Information shown: Begin

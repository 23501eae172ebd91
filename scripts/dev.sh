#!/usr/bin/env bash
# stimplan developer entry point: sets up everything it needs, then runs one task.
#
#   scripts/dev.sh demo [DIR]   install (if needed) and run the built-in demo
#   scripts/dev.sh test         install (if needed), lint with ruff, run the test suite
#   scripts/dev.sh bench        install (if needed) and run the benchmarks
#   scripts/dev.sh setup        only install
#
# On a fresh Debian machine it installs the system packages it needs with
# apt-get (as root, or through sudo), creates .venv/ in the checkout and
# installs stimplan into it in editable mode.
set -euo pipefail

ROOT="$(cd "$(dirname "${BASH_SOURCE[0]}")/.." && pwd)"
VENV="$ROOT/.venv"
PY="$VENV/bin/python"

# Debian packages: Python with venv, and Xvfb + Mesa + the X/Qt libraries that
# napari needs for a real OpenGL context in the GUI tests.
SYSTEM_PACKAGES_BASE=(python3 python3-venv python3-pip)
SYSTEM_PACKAGES_GUI=(xvfb xauth libgl1-mesa-dri libglx-mesa0 libegl1 libxkbcommon-x11-0
  libxcb-icccm4 libxcb-image0 libxcb-keysyms1 libxcb-randr0 libxcb-render-util0
  libxcb-xinerama0 libxcb-xfixes0 libxcb-shape0 libxcb-cursor0 libdbus-1-3 libfontconfig1
  libglib2.0-0 libx11-xcb1)  # Qt6 links GLib and X11-xcb; nothing above pulls GLib in

log() { printf '[stimplan] %s\n' "$*" >&2; }

apt_install() {
  local missing=()
  for p in "$@"; do
    dpkg-query -W -f='${Status}' "$p" 2>/dev/null | grep -q "install ok installed" || missing+=("$p")
  done
  [ ${#missing[@]} -eq 0 ] && return 0
  if ! command -v apt-get >/dev/null 2>&1; then
    log "please install these system packages: ${missing[*]}"
    return 1
  fi
  local SUDO=""
  [ "$(id -u)" -ne 0 ] && SUDO="sudo"
  log "installing system packages: ${missing[*]}"
  $SUDO apt-get update -qq
  DEBIAN_FRONTEND=noninteractive $SUDO apt-get install -y -qq --no-install-recommends "${missing[@]}"
}

python_ok() {
  "$1" -c 'import sys, venv, ensurepip; sys.exit(0 if sys.version_info >= (3, 11) else 1)' 2>/dev/null
}

find_python() {
  for cand in python3.11 python3 python; do
    if command -v "$cand" >/dev/null 2>&1 && python_ok "$(command -v "$cand")"; then
      command -v "$cand"
      return 0
    fi
  done
  return 1
}

setup() {
  local extras="$1"   # "" or "test"
  local base_py
  if ! base_py="$(find_python)"; then
    apt_install "${SYSTEM_PACKAGES_BASE[@]}"
    base_py="$(find_python)" || { log "Python >= 3.11 with venv is required"; exit 1; }
  fi
  if [ "$extras" = "test" ]; then
    apt_install "${SYSTEM_PACKAGES_GUI[@]}"
  fi
  if [ ! -x "$PY" ]; then
    log "creating $VENV with $base_py"
    "$base_py" -m venv "$VENV"
  fi
  local spec="$ROOT"
  [ -n "$extras" ] && spec="$ROOT[$extras]"
  local stamp="$VENV/.stimplan-installed-${extras:-base}"
  local want
  want="$(cat "$ROOT/pyproject.toml" | sha256sum | cut -c1-16)"
  if [ ! -f "$stamp" ] || [ "$(cat "$stamp")" != "$want" ]; then
    log "installing stimplan${extras:+[$extras]} into $VENV"
    "$PY" -m pip install -q --upgrade pip
    "$PY" -m pip install -q -e "$spec"
    echo "$want" > "$stamp"
  fi
}

cmd="${1:-}"
shift || true
case "$cmd" in
  setup)
    setup test
    ;;
  demo)
    setup ""
    out="${1:-stimplan-demo}"
    shift || true
    exec "$VENV/bin/stimplan" demo -o "$out" "$@"
    ;;
  test)
    setup test
    cd "$ROOT"
    log "ruff check"
    "$VENV/bin/ruff" check stimplan plugins tests benchmarks
    "$VENV/bin/ruff" format --check stimplan plugins tests benchmarks
    log "npe2 validate (the napari plugin manifest)"
    "$VENV/bin/npe2" validate stimplan --imports
    log "pytest (under Xvfb)"
    export QT_API="${QT_API:-pyqt6}"
    exec xvfb-run -a -s "-screen 0 1280x1024x24" "$PY" -m pytest "$@"
    ;;
  bench)
    setup test
    cd "$ROOT"
    for b in benchmarks/*.py; do
      log "$b"
      "$PY" "$b"
    done
    ;;
  *)
    echo "usage: scripts/dev.sh {demo [DIR]|test|bench|setup}" >&2
    exit 64
    ;;
esac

Information shown: End

What to do: The answer must restate each entry word for word.

Written reply:
repository 23501eae172ebd91
filename scripts/dev.sh
#!/usr/bin/env bash
# stimplan developer entry point: sets up everything it needs, then runs one task.
#
#   scripts/dev.sh demo [DIR]   install (if needed) and run the built-in demo
#   scripts/dev.sh test         install (if needed), lint with ruff, run the test suite
#   scripts/dev.sh bench        install (if needed) and run the benchmarks
#   scripts/dev.sh setup        only install
#
# On a fresh Debian machine it installs the system packages it needs with
# apt-get (as root, or through sudo), creates .venv/ in the checkout and
# installs stimplan into it in editable mode.
set -euo pipefail

ROOT="$(cd "$(dirname "${BASH_SOURCE[0]}")/.." && pwd)"
VENV="$ROOT/.venv"
PY="$VENV/bin/python"

# Debian packages: Python with venv, and Xvfb + Mesa + the X/Qt libraries that
# napari needs for a real OpenGL context in the GUI tests.
SYSTEM_PACKAGES_BASE=(python3 python3-venv python3-pip)
SYSTEM_PACKAGES_GUI=(xvfb xauth libgl1-mesa-dri libglx-mesa0 libegl1 libxkbcommon-x11-0
  libxcb-icccm4 libxcb-image0 libxcb-keysyms1 libxcb-randr0 libxcb-render-util0
  libxcb-xinerama0 libxcb-xfixes0 libxcb-shape0 libxcb-cursor0 libdbus-1-3 libfontconfig1
  libglib2.0-0 libx11-xcb1)  # Qt6 links GLib and X11-xcb; nothing above pulls GLib in

log() { printf '[stimplan] %s\n' "$*" >&2; }

apt_install() {
  local missing=()
  for p in "$@"; do
    dpkg-query -W -f='${Status}' "$p" 2>/dev/null | grep -q "install ok installed" || missing+=("$p")
  done
  [ ${#missing[@]} -eq 0 ] && return 0
  if ! command -v apt-get >/dev/null 2>&1; then
    log "please install these system packages: ${missing[*]}"
    return 1
  fi
  local SUDO=""
  [ "$(id -u)" -ne 0 ] && SUDO="sudo"
  log "installing system packages: ${missing[*]}"
  $SUDO apt-get update -qq
  DEBIAN_FRONTEND=noninteractive $SUDO apt-get install -y -qq --no-install-recommends "${missing[@]}"
}

python_ok() {
  "$1" -c 'import sys, venv, ensurepip; sys.exit(0 if sys.version_info >= (3, 11) else 1)' 2>/dev/null
}

find_python() {
  for cand in python3.11 python3 python; do
    if command -v "$cand" >/dev/null 2>&1 && python_ok "$(command -v "$cand")"; then
      command -v "$cand"
      return 0
    fi
  done
  return 1
}

setup() {
  local extras="$1"   # "" or "test"
  local base_py
  if ! base_py="$(find_python)"; then
    apt_install "${SYSTEM_PACKAGES_BASE[@]}"
    base_py="$(find_python)" || { log "Python >= 3.11 with venv is required"; exit 1; }
  fi
  if [ "$extras" = "test" ]; then
    apt_install "${SYSTEM_PACKAGES_GUI[@]}"
  fi
  if [ ! -x "$PY" ]; then
    log "creating $VENV with $base_py"
    "$base_py" -m venv "$VENV"
  fi
  local spec="$ROOT"
  [ -n "$extras" ] && spec="$ROOT[$extras]"
  local stamp="$VENV/.stimplan-installed-${extras:-base}"
  local want
  want="$(cat "$ROOT/pyproject.toml" | sha256sum | cut -c1-16)"
  if [ ! -f "$stamp" ] || [ "$(cat "$stamp")" != "$want" ]; then
    log "installing stimplan${extras:+[$extras]} into $VENV"
    "$PY" -m pip install -q --upgrade pip
    "$PY" -m pip install -q -e "$spec"
    echo "$want" > "$stamp"
  fi
}

cmd="${1:-}"
shift || true
case "$cmd" in
  setup)
    setup test
    ;;
  demo)
    setup ""
    out="${1:-stimplan-demo}"
    shift || true
    exec "$VENV/bin/stimplan" demo -o "$out" "$@"
    ;;
  test)
    setup test
    cd "$ROOT"
    log "ruff check"
    "$VENV/bin/ruff" check stimplan plugins tests benchmarks
    "$VENV/bin/ruff" format --check stimplan plugins tests benchmarks
    log "npe2 validate (the napari plugin manifest)"
    "$VENV/bin/npe2" validate stimplan --imports
    log "pytest (under Xvfb)"
    export QT_API="${QT_API:-pyqt6}"
    exec xvfb-run -a -s "-screen 0 1280x1024x24" "$PY" -m pytest "$@"
    ;;
  bench)
    setup test
    cd "$ROOT"
    for b in benchmarks/*.py; do
      log "$b"
      "$PY" "$b"
    done
    ;;
  *)
    echo "usage: scripts/dev.sh {demo [DIR]|test|bench|setup}" >&2
    exit 64
    ;;
esac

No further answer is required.